Smart Agricultural Technology (Dec 2024)
Digital soil mapping of available phosphorus using a smartphone-integrated RGB imaging device and ascorbic acid extraction method
Abstract
Soil fertility, specifically phosphorus (P) availability, is critical for agricultural productivity and environmental health. Traditional methods for measuring soil available P are typically lab-based and expensive. This study explored the potential of a smartphone-integrated imaging device combined with a digital soil mapping (DSM) approach to estimate and spatially map soil available P in six districts of West Bengal, India. A total of 482 surface soil samples were collected and analyzed using both conventional spectrophotometry (UV) and the developed smartphone-based method (NP). The results showed a strong correlation (R² = 0.94) between the two methods, with no significant difference in P estimation, validating the device's field applicability. A DSM model was developed using environmental covariates and random forest model to predict soil P distribution. Additionally, synthetic data were generated using three generative models (Triplet-based Variational Autoencoder, Conditional Tabular Generative Adversarial Network, and Gaussian Copula) to enhance prediction accuracy, particularly for high P values. The Gaussian Copula model, combined with real data, provided the highest test accuracy (R² = 0.69, RMSE = 21.15 kg ha−1 for UV and R² = 0.73, RMSE = 12.91 kg ha−1 for NP).
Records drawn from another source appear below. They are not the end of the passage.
"""Rules judged at rungs, frozen totals, ensembles shared by sweeps."""

import hashlib
from typing import Any

import pytest
from sqlalchemy import select

from support.batches import accumulator, result
from support.databases import Statements
from support.sweeps import keys_of, small_sweep
from sweepmill.accumulate import Accumulator
from sweepmill.ladder import rungs
from sweepmill.sweep import Sweep
from sweepmill_service import schema
from sweepmill_service.store import Store

# The invented values are uniform on 0 … 6 over a scale of two layers: variance 1, standard error 1 / sqrt(N).
RULE: dict[str, Any] = {"standard_error": [{"of": "bits", "below": 0.095}]}


def sample_to(store: Store, sweep: Sweep, *ends: int, start: int = 0) -> None:
    """Commit batches of the first ensemble that end at the given N."""
    (one, *_), observations = keys_of(sweep)
    for end in ends:
        store.commit([result(one, observations, start, end - start, sweep.key)])
        start = end


def marks(store: Store, ensemble: str) -> list[int]:
    with store.engine.connect() as connection:
        where = schema.mark.c.ensemble == ensemble
        return sorted(set(connection.scalars(select(schema.mark.c.trajectories).where(where))))


def test_an_ensemble_without_rules_settles_at_its_cap(store: Store) -> None:
    sweep = small_sweep(rates=2, cap=30)
    store.submit(sweep, "ada")
    sample_to(store, sweep, 29)
    assert store.progress(sweep.key).ensembles[0].met_by is None
    sample_to(store, sweep, 30, start=29)
    first, second = store.progress(sweep.key).ensembles
    assert (first.met_by, first.trajectories, second.met_by) == ("cap", 30, None)
    assert store.sweep_status(sweep.key).state == "sampling"
    _, observations = keys_of(sweep)
    store.commit([result(second.ensemble, observations, 0, 30, sweep.key)])
    status = store.sweep_status(sweep.key)
    assert (status.state, status.settled, status.trajectories) == ("settled", 2, 60)


def test_the_rule_is_judged_at_rungs_only(store: Store) -> None:
    sweep = small_sweep(rates=1, cap=400, at_least=50, **RULE)
    store.submit(sweep, "ada")
    ladder = rungs(50, 400)
    assert ladder[:6] == (50, 59, 70, 84, 100, 118)
    (one,), observations = keys_of(sweep)
    verdicts = []
    ends = (49, 50, 55, 59, 70, 84, 99, 100, 118)
    for start, end in zip((0, *ends), ends, strict=False):
        outcome = store.commit([result(one, observations, start, end - start, sweep.key)])
        verdicts += [(verdict.judged, verdict.met_by) for verdict in outcome.verdicts]
    # Judged once per rung, at the commit that reaches it; settled by error near N = (1 / 0.095)^2 = 111.
    assert [number for number, _ in verdicts] == [50, 59, 70, 84, 100, 118]
    assert [by for _, by in verdicts] == [None, None, None, None, None, "error"]


def test_a_batch_beyond_a_rung_that_folds_in_one_commit_is_judged_at_the_rung(store: Store) -> None:
    sweep = small_sweep(rates=1, cap=400, at_least=118, **RULE)
    store.submit(sweep, "ada")
    (one,), observations = keys_of(sweep)
    batches = [(0, 100), (100, 18), (118, 22), (140, 260)]
    outcome = store.commit([result(one, observations, *place, sweep.key) for place in reversed(batches)])
    assert [(verdict.judged, verdict.met_by) for verdict in outcome.verdicts] == [(118, "error")]
    entries = list(store.table_entries(sweep.key))
    assert {entry.trajectories for entry in entries} == {118}
    for entry in entries:
        whole = accumulator(one, entry.observation_key, 0, 118)
        assert entry.accumulator == whole.to_bytes()
        assert entry.digest == whole.digest


def test_small_totals_at_rungs_that_were_not_met_are_kept_for_later_sweeps(store: Store) -> None:
    strict = small_sweep(rates=1, cap=400, at_least=50, standard_error=[{"of": "bits", "below": 0.001}])
    store.submit(strict, "ada")
    (one,), _ = keys_of(strict)
    sample_to(store, strict, *rungs(50, 400))
    assert marks(store, one) == list(rungs(50, 400))
    assert store.progress(strict.key).ensembles[0].met_by == "cap"
    lax = small_sweep(rates=1, cap=400, at_least=50, **RULE)
    store.submit(lax, "bob")
    store.judge(store.due_ensembles(lax.key))
    (settled,) = store.progress(lax.key).ensembles
    assert (settled.trajectories, settled.met_by) == (118, "error")  # as if it had come first


def test_large_totals_at_rungs_that_were_not_met_are_not_kept(store: Store, monkeypatch: pytest.MonkeyPatch) -> None:
    monkeypatch.setattr("sweepmill_service.store.judging.KEPT_BYTES", 100)
    sweep = small_sweep(rates=1, cap=400, at_least=50, standard_error=[{"of": "bits", "below": 0.001}])
    store.submit(sweep, "ada")
    (one,), _ = keys_of(sweep)
    sample_to(store, sweep, *rungs(50, 400)[:8])
    assert marks(store, one) == []  # 168 so far
    sample_to(store, sweep, *rungs(50, 400)[8:], start=rungs(50, 400)[7])
    assert marks(store, one) == [200, 400]  # a common mark, and the N it settled at
    assert store.progress(sweep.key).ensembles[0].met_by == "cap"


def test_a_settled_table_is_the_same_when_another_sweep_goes_further(store: Store) -> None:
    short, long = small_sweep(rates=1, cap=30), small_sweep(rates=1, cap=90)
    store.submit(short, "ada")
    sample_to(store, short, 30)
    version, entries = store.table_version(short.key), list(store.table_entries(short.key))
    digests = store.frozen_digests(short.key)
    store.submit(long, "bob")
    assert store.sweep_status(long.key).trajectories == 30
    sample_to(store, long, 90, start=30)
    assert store.sweep_status(long.key).state == "settled"
    assert list(store.table_entries(short.key)) == entries
    assert store.table_version(short.key) == version
    assert store.frozen_digests(short.key) == digests
    assert {entry.trajectories for entry in store.table_entries(long.key)} == {90}


def test_the_frozen_digest_names_observations_numbers_and_totals(store: Store) -> None:
    sweep = small_sweep(rates=1, cap=30)
    store.submit(sweep, "ada")
    sample_to(store, sweep, 30)
    (one,), observations = keys_of(sweep)
    lines = sorted(f"{key}:30:{accumulator(one, key, 0, 30).digest}" for key in observations)
    assert store.frozen_digests(sweep.key) == {one: hashlib.sha256("\n".join(lines).encode()).hexdigest()}


def test_a_sweep_submitted_after_its_trajectories_were_sampled_settles_without_sampling(store: Store) -> None:
    long, short = small_sweep(rates=1, cap=90), small_sweep(rates=1, cap=40)
    store.submit(long, "ada")
    sample_to(store, long, 30, 90)
    store.submit(short, "ada")
    assert store.sweep_status(short.key).trajectories == 40
    store.judge(store.due_ensembles(short.key))
    # No total was kept at 40, so the smallest N at which the totals are known serves.
    assert store.progress(short.key).ensembles[0].trajectories == 90
    assert store.sweep_status(short.key).state == "settled"


def test_a_smaller_cap_asked_for_later_is_met_at_a_common_mark_near_it(store: Store) -> None:
    long, short = small_sweep(rates=1, cap=900), small_sweep(rates=1, cap=150)
    store.submit(long, "ada")
    sample_to(store, long, 200, 800, 900)
    (one,), _ = keys_of(long)
    assert marks(store, one) == [200, 800, 900]
    store.submit(short, "bob")
    store.judge(store.due_ensembles(short.key))
    assert store.progress(short.key).ensembles[0].trajectories == 200


def test_an_observation_added_later_waits_for_the_common_number(store: Store) -> None:
    sweep = small_sweep(rates=1, cap=40)
    store.submit(sweep, "ada")
    (one,), (first, second) = keys_of(sweep)
    store.commit([result(one, [first], 0, 50, sweep.key)])
    store.commit([result(one, [second], 0, 40, sweep.key)])
    assert store.progress(sweep.key).ensembles[0].met_by is None
    store.commit([result(one, [first], 50, 10, sweep.key)])
    assert marks(store, one) == [50]
    store.commit([result(one, [second], 40, 10, sweep.key)])
    assert store.progress(sweep.key).ensembles[0].met_by == "cap"
    for entry in store.table_entries(sweep.key):
        assert entry.accumulator is not None
        assert entry.trajectories == Accumulator.from_bytes(entry.accumulator).count == 50


def test_a_withdrawn_sweep_keeps_what_was_sampled_and_comes_back(store: Store) -> None:
    sweep = small_sweep(rates=1, cap=40)
    store.submit(sweep, "ada")
    sample_to(store, sweep, 20)
    assert store.withdraw(sweep.key, "ada")
    assert store.sweep_status(sweep.key).state == "withdrawn"
    assert store.live_sweeps() == []
    sample_to(store, sweep, 40, start=20)  # what was in flight is stored
    again = store.submit(sweep, "ada")
    assert (again.created, again.joined) == (False, True)
    store.judge(store.due_ensembles(sweep.key))
    assert store.sweep_status(sweep.key).state == "settled"


def test_a_cap_raised_by_another_sweep_needs_only_what_is_missing(store: Store) -> None:
    short, long = small_sweep(rates=1, cap=30), small_sweep(rates=1, cap=90)
    store.submit(short, "ada")
    sample_to(store, short, 30)
    store.submit(long, "ada")
    (open_ensemble,) = store.open_ensembles(long.key)
    assert {reach.prefix for reach in open_ensemble.reaches.values()} == {30}
    assert store.already_sampled(*keys_of(long)) == {(open_ensemble.key, key): 30 for key in keys_of(long)[1]}


def test_judging_many_ensembles_takes_the_same_number_of_statements_as_few(
    store: Store, statements: Statements
) -> None:
    counts = []
    for rates in (2, 60):
        sweep = small_sweep(rates=rates, cap=100, at_least=20, standard_error=[{"of": "bits", "below": 0.001}])
        store.submit(sweep, "ada")
        ensembles, observations = keys_of(sweep)
        statements.clear()
        store.commit([result(one, observations, 0, 20, sweep.key) for one in ensembles])
        counts.append(len(statements))
    assert counts[0] == counts[1] <= 40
Spatial maps revealed high P availability in alluvial soils of Nadia and East Medinipur, and low P in red and lateritic soils of Birbhum and Jhargram, reflecting the influence of soil type and climatic conditions. The smartphone-based device, coupled with DSM, offers a cost-effective, accurate, and practical tool for soil P assessment and mapping. This technology can significantly aid farmers in resource-constrained regions by providing precise nutrient management recommendations, enhancing sustainable agricultural practices, and mitigating environmental impacts. Future work will focus on further validation with diverse soil types and continuous improvement of the DSM models to address dynamic soil nutrient variability.